*What to work on*: Go through each line of the records below and count those with the word "credentialsOf"; give only the total.

*Source records*:
*****

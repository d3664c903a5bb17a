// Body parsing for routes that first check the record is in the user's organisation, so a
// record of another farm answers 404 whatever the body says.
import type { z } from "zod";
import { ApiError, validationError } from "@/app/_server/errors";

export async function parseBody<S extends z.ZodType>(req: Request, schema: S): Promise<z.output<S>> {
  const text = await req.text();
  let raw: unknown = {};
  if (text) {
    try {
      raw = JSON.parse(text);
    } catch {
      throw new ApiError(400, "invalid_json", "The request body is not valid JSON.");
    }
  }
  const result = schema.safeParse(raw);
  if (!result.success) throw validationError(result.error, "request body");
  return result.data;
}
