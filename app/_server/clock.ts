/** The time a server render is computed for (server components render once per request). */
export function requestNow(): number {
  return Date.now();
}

*****

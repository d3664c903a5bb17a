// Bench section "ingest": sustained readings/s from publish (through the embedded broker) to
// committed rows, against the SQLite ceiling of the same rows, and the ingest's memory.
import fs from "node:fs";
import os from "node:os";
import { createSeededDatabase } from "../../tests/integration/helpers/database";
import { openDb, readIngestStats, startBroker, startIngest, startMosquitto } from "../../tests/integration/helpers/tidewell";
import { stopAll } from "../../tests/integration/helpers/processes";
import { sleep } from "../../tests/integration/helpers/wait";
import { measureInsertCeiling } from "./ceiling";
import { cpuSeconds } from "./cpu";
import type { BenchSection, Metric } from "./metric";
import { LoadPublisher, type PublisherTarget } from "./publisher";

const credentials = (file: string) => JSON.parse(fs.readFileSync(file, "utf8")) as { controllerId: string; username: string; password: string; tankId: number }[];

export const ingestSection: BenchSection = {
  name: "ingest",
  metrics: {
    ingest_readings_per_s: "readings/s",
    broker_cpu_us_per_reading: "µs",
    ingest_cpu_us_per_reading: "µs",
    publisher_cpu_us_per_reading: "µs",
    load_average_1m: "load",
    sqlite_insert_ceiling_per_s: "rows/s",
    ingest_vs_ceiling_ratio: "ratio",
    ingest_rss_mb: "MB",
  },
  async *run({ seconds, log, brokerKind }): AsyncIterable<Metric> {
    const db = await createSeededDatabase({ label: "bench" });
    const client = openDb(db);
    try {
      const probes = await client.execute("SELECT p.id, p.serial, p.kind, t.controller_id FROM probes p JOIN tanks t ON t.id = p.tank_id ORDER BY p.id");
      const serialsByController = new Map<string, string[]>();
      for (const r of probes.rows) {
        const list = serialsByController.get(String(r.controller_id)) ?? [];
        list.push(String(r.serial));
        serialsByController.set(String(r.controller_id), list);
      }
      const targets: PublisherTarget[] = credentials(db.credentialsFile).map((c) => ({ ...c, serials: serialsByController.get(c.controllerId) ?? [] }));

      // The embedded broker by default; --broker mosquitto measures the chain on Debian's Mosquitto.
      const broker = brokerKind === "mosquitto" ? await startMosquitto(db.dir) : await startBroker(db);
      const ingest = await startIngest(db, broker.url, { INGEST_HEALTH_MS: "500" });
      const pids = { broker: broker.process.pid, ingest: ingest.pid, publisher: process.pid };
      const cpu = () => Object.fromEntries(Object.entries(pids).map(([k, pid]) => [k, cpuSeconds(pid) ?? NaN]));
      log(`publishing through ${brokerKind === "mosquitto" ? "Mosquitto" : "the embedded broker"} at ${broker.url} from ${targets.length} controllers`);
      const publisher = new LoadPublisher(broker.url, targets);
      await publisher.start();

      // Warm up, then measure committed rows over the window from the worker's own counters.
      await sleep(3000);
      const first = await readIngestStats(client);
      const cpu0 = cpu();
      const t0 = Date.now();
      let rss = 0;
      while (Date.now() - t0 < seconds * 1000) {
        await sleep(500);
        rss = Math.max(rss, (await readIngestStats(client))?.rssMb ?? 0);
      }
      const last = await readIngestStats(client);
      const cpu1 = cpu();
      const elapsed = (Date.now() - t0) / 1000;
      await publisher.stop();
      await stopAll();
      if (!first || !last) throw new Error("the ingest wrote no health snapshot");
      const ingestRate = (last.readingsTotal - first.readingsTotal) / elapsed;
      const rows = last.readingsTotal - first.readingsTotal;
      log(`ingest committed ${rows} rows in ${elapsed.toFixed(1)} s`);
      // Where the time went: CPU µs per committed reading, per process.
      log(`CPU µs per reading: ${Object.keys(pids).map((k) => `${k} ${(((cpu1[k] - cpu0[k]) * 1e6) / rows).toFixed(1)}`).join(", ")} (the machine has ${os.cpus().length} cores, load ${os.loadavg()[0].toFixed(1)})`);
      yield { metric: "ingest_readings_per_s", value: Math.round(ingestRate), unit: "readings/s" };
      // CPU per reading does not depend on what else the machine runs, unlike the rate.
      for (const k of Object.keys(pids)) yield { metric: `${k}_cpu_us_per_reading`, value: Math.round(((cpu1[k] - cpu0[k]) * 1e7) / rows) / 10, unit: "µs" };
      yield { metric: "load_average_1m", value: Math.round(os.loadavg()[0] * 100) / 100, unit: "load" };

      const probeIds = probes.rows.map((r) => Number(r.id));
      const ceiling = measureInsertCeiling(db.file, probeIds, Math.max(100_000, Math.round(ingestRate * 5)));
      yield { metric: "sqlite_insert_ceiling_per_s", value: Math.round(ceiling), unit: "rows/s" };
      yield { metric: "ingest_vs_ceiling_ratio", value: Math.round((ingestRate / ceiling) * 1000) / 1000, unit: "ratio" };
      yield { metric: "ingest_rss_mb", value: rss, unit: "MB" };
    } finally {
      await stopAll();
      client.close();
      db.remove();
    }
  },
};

*****

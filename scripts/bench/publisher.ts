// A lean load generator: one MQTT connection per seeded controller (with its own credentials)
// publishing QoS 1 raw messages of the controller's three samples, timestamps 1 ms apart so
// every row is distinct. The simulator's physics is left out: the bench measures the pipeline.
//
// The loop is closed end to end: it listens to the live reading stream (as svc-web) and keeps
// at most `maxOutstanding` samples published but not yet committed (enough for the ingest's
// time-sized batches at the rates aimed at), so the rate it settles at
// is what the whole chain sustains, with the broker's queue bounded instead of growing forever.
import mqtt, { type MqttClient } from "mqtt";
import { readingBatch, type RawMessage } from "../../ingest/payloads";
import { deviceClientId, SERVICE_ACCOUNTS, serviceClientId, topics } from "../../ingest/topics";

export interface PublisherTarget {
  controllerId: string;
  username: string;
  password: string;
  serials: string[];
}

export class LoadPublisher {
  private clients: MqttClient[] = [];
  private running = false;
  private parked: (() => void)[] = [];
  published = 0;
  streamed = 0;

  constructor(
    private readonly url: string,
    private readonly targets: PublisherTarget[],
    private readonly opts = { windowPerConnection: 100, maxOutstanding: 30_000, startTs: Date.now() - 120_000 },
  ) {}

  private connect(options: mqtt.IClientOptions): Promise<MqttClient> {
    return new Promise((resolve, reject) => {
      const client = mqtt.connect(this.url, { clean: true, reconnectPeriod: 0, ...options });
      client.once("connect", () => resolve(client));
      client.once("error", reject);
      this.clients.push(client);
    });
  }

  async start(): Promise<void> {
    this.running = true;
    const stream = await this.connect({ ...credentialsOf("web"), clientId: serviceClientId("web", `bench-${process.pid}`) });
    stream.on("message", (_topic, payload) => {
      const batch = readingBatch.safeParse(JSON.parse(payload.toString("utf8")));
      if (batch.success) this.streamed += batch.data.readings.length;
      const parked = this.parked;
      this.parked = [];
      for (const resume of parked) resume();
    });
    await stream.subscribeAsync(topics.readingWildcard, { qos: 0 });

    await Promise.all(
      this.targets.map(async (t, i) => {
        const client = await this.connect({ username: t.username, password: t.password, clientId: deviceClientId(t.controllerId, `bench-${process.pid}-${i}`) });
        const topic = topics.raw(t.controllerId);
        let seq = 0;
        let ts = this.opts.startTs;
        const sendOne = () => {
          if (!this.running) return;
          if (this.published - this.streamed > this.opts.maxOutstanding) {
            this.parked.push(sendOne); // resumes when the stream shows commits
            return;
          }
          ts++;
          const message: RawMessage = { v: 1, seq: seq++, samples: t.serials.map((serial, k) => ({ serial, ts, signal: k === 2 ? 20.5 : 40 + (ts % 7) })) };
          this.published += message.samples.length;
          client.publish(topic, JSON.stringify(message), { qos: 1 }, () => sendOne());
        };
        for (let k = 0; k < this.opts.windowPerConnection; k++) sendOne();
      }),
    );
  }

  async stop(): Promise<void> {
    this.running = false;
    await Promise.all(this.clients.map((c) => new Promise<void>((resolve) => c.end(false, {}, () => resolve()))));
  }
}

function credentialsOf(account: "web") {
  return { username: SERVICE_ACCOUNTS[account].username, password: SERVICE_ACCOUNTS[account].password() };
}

*****

*Exercise solution*: 2